Saved entries
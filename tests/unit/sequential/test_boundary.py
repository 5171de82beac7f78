"""What is spent at a look, which look is final, and when there is no bound."""

from __future__ import annotations

import math
from dataclasses import replace

import pytest

from app.model.boundary import Bound, LookAsUsed
from app.model.plan import Efficacy
from app.model.values import Absent
from app.sequential.boundary import EfficacyRule, LookAhead, bounds_ahead, hazard_ratio_at, next_bound
from app.sequential.spending import spending_function

ALPHA = 0.025
PLANNED_EVENTS = 400
RULE = EfficacyRule(spending_function(Efficacy("O'Brien-Fleming-type"), ALPHA), 1, 1)
TWO_SIDED = replace(RULE, sides=2)


def look(
    number: int, events: int, *, kind: str = "planned", planned_events: int = PLANNED_EVENTS
) -> LookAhead:
    return LookAhead(number, kind, float(events), events / planned_events, events, events / 4.0)  # type: ignore[arg-type]


def used(bound: Bound, kind: str = "planned", **changes: object) -> LookAsUsed:
    """The bound of a look, recorded as it was used."""
    recorded = LookAsUsed(
        number=bound.number,
        kind=kind,  # type: ignore[arg-type]
        information=float(bound.events),
        events=bound.events,
        fraction=bound.information_fraction,
        z=1.0,
        efficacy_z=bound.efficacy_z,
        alpha_spent=bound.alpha_spent,
        alpha_spent_here=bound.alpha_spent_here,
        final=bound.final,
    )
    return replace(recorded, **changes)  # type: ignore[arg-type]


def reason(bound: Bound) -> str:
    assert isinstance(bound.efficacy_z, Absent)
    assert bound.efficacy_p_one_sided == bound.efficacy_hazard_ratio == bound.efficacy_z
    assert bound.alpha_spent_here == 0.0
    return bound.efficacy_z.reason


FIRST = next_bound(RULE, (), look(1, 140))
SECOND = next_bound(RULE, [used(FIRST)], look(2, 280))


def test_the_bounds_one_by_one_are_the_bounds_of_the_plan() -> None:
    third = next_bound(RULE, [used(FIRST), used(SECOND)], look(3, 400))
    planned = bounds_ahead(RULE, (), (look(1, 140), look(2, 280), look(3, 400)))
    assert planned == (FIRST, SECOND, third)
    assert third.final
    assert third.alpha_spent == ALPHA


def test_the_alpha_spent_here_is_what_the_function_allows_less_what_is_recorded() -> None:
    assert SECOND.alpha_spent == RULE.spending(0.7)
    assert SECOND.alpha_spent_here == RULE.spending(0.7) - RULE.spending(0.35)


def test_a_look_below_full_information_spends_all_only_when_declared_final() -> None:
    declared = next_bound(RULE, [used(FIRST)], look(2, 280, kind="final"))
    assert not SECOND.final
    assert declared.final
    assert declared.alpha_spent == ALPHA
    assert declared.efficacy_z == pytest.approx(1.9603, abs=5e-5)  # computed independently


def test_a_look_at_full_information_is_final_by_itself_whatever_it_was_declared() -> None:
    assert next_bound(RULE, [used(FIRST)], look(2, 400, kind="unplanned")).alpha_spent == ALPHA


def test_over_running_spends_alpha_once_only() -> None:
    last = next_bound(RULE, [used(FIRST), used(SECOND)], look(3, 420))
    assert last.final
    assert last.alpha_spent == ALPHA
    later = next_bound(RULE, [used(FIRST), used(SECOND), used(last)], look(4, 450))
    assert "all alpha is already spent" in reason(later)
    assert later.alpha_spent == ALPHA


def test_over_running_uses_the_information_there_is() -> None:
    at_plan = next_bound(RULE, [used(FIRST), used(SECOND)], look(3, 400))
    beyond = next_bound(RULE, [used(FIRST), used(SECOND)], look(3, 480))
    assert isinstance(at_plan.efficacy_z, float)
    assert isinstance(beyond.efficacy_z, float)
    assert beyond.efficacy_z > at_plan.efficacy_z  # less correlated with the looks before: more would cross


def test_a_safety_look_spends_nothing_and_its_share_is_caught_up() -> None:
    safety = next_bound(RULE, [used(FIRST)], look(2, 200, kind="safety"))
    assert "safety look" in reason(safety)
    assert safety.alpha_spent == FIRST.alpha_spent
    after = next_bound(RULE, [used(FIRST), used(safety, kind="safety", z=None)], look(3, 280))
    assert replace(after, number=2) == SECOND


def test_a_safety_look_at_full_information_stays_outside_the_test() -> None:
    safety = next_bound(RULE, [used(FIRST)], look(2, 400, kind="safety"))
    assert not safety.final
    assert "safety look" in reason(safety)


@pytest.mark.parametrize("events", [279, 280])
def test_a_count_at_or_below_an_earlier_look_brings_no_new_information(events: int) -> None:
    bound = next_bound(RULE, [used(FIRST), used(SECOND)], look(3, events))
    assert "no new information since the looks before" in reason(bound)
    assert bound.alpha_spent == SECOND.alpha_spent


def test_a_final_look_without_new_information_has_no_boundary() -> None:
    bound = next_bound(RULE, [used(FIRST), used(SECOND)], look(3, 270, kind="final"))
    assert "no boundary exists and the result is descriptive" in reason(bound)
    assert bound.alpha_spent == SECOND.alpha_spent


def test_a_look_without_any_event_has_no_bound() -> None:
    assert "no new information" in reason(next_bound(RULE, (), look(1, 0)))


def test_a_count_that_fell_is_passed_over_afterwards() -> None:
    fallen = next_bound(RULE, [used(FIRST), used(SECOND)], look(3, 270))
    last = next_bound(RULE, [used(FIRST), used(SECOND), used(fallen)], look(4, 400))
    straight = next_bound(RULE, [used(FIRST), used(SECOND)], look(3, 400))
    assert last.efficacy_z == straight.efficacy_z


def test_nothing_is_unspent_when_the_planned_total_is_raised() -> None:
    bound = next_bound(RULE, [used(FIRST), used(SECOND)], look(3, 300, planned_events=800))
    assert "already spent" in reason(bound)
    assert bound.alpha_spent == SECOND.alpha_spent


def test_a_revised_total_keeps_the_bounds_used_and_the_information_recorded() -> None:
    past = [used(FIRST), used(SECOND)]
    bound = next_bound(RULE, past, look(3, 390, planned_events=520))
    assert bound.information_fraction == 0.75
    assert bound.efficacy_z == pytest.approx(2.6006, abs=5e-5)  # computed independently


def test_a_spend_that_no_double_can_hold_has_no_bound_and_says_so() -> None:
    bound = next_bound(RULE, (), look(1, 3, planned_events=1000))
    assert "less than a double can hold" in reason(bound)
    assert bound.alpha_spent == 0.0


def test_bounds_as_used_are_taken_as_given() -> None:
    rounded = used(FIRST, efficacy_z=3.0)
    bound = next_bound(RULE, [rounded], look(2, 280))
    assert isinstance(bound.efficacy_z, float)
    assert isinstance(SECOND.efficacy_z, float)
    assert bound.efficacy_z < SECOND.efficacy_z  # a lower first bound took more paths away


def test_after_a_crossing_there_is_no_second_test() -> None:
    bound = next_bound(RULE, [used(FIRST, crossed="efficacy")], look(2, 280))
    assert "crossed at look 1" in reason(bound)
    assert bound.alpha_spent == FIRST.alpha_spent


def test_a_harm_crossing_does_not_end_the_efficacy_test() -> None:
    assert next_bound(RULE, [used(FIRST, crossed="harm")], look(2, 280)) == SECOND


def test_the_nominal_p_and_the_hazard_ratio_are_those_of_the_bound() -> None:
    assert isinstance(FIRST.efficacy_z, float)
    assert FIRST.efficacy_p_one_sided == pytest.approx(
        math.erfc(FIRST.efficacy_z / math.sqrt(2.0)) / 2.0, rel=1e-12
    )
    assert FIRST.efficacy_hazard_ratio == pytest.approx(
        math.exp(-FIRST.efficacy_z / math.sqrt(35.0)), rel=1e-14
    )


def test_the_hazard_ratio_at_the_bound_is_above_one_when_the_event_is_good() -> None:
    bad, good = hazard_ratio_at(2.0, 25.0, 1), hazard_ratio_at(2.0, 25.0, -1)
    assert (bad, good) == pytest.approx((math.exp(-0.4), math.exp(0.4)), rel=1e-15)


def test_without_score_variance_the_bound_has_no_hazard_ratio() -> None:
    missing = Absent("no log-rank test")
    bound = next_bound(RULE, (), replace(look(1, 140), score_variance=missing))
    assert bound.efficacy_z == FIRST.efficacy_z
    assert bound.efficacy_hazard_ratio == missing
    assert isinstance(hazard_ratio_at(2.0, 0.0, 1), Absent)


def test_two_sides_stop_on_both_sides() -> None:
    """At a level where it shows: paths that left below the lower bound cannot cross the upper one later."""
    rule = EfficacyRule(spending_function(Efficacy("Pocock-type"), 0.1), 2, 1)
    fractions = (80, 160, 240, 320, 400)
    looks = [look(number, events) for number, events in enumerate(fractions, start=1)]
    two = [bound.efficacy_z for bound in bounds_ahead(rule, (), looks)]
    one = [bound.efficacy_z for bound in bounds_ahead(replace(rule, sides=1), (), looks)]
    assert two[0] == one[0]
    assert all(b < a for a, b in zip(one[2:], two[2:], strict=True))  # type: ignore[operator]


def test_past_bounds_whose_information_does_not_increase_are_a_bug_in_the_caller() -> None:
    with pytest.raises(ValueError, match="information must exceed"):
        next_bound(RULE, [used(SECOND), used(FIRST)], look(3, 400))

WORK REQUIRED: Give back exactly the lines above starting at the line where "assert isinstance(hazard_ratio_at(2.0, 0.0, 1), Absent)" appears and ending at the line where "looks = [look(number, events)" appears, both included, with no other lines.

RESPONSE BOX:
    assert isinstance(hazard_ratio_at(2.0, 0.0, 1), Absent)


def test_two_sides_stop_on_both_sides() -> None:
    """At a level where it shows: paths that left below the lower bound cannot cross the upper one later."""
    rule = EfficacyRule(spending_function(Efficacy("Pocock-type"), 0.1), 2, 1)
    fractions = (80, 160, 240, 320, 400)
    looks = [look(number, events) for number, events in enumerate(fractions, start=1)]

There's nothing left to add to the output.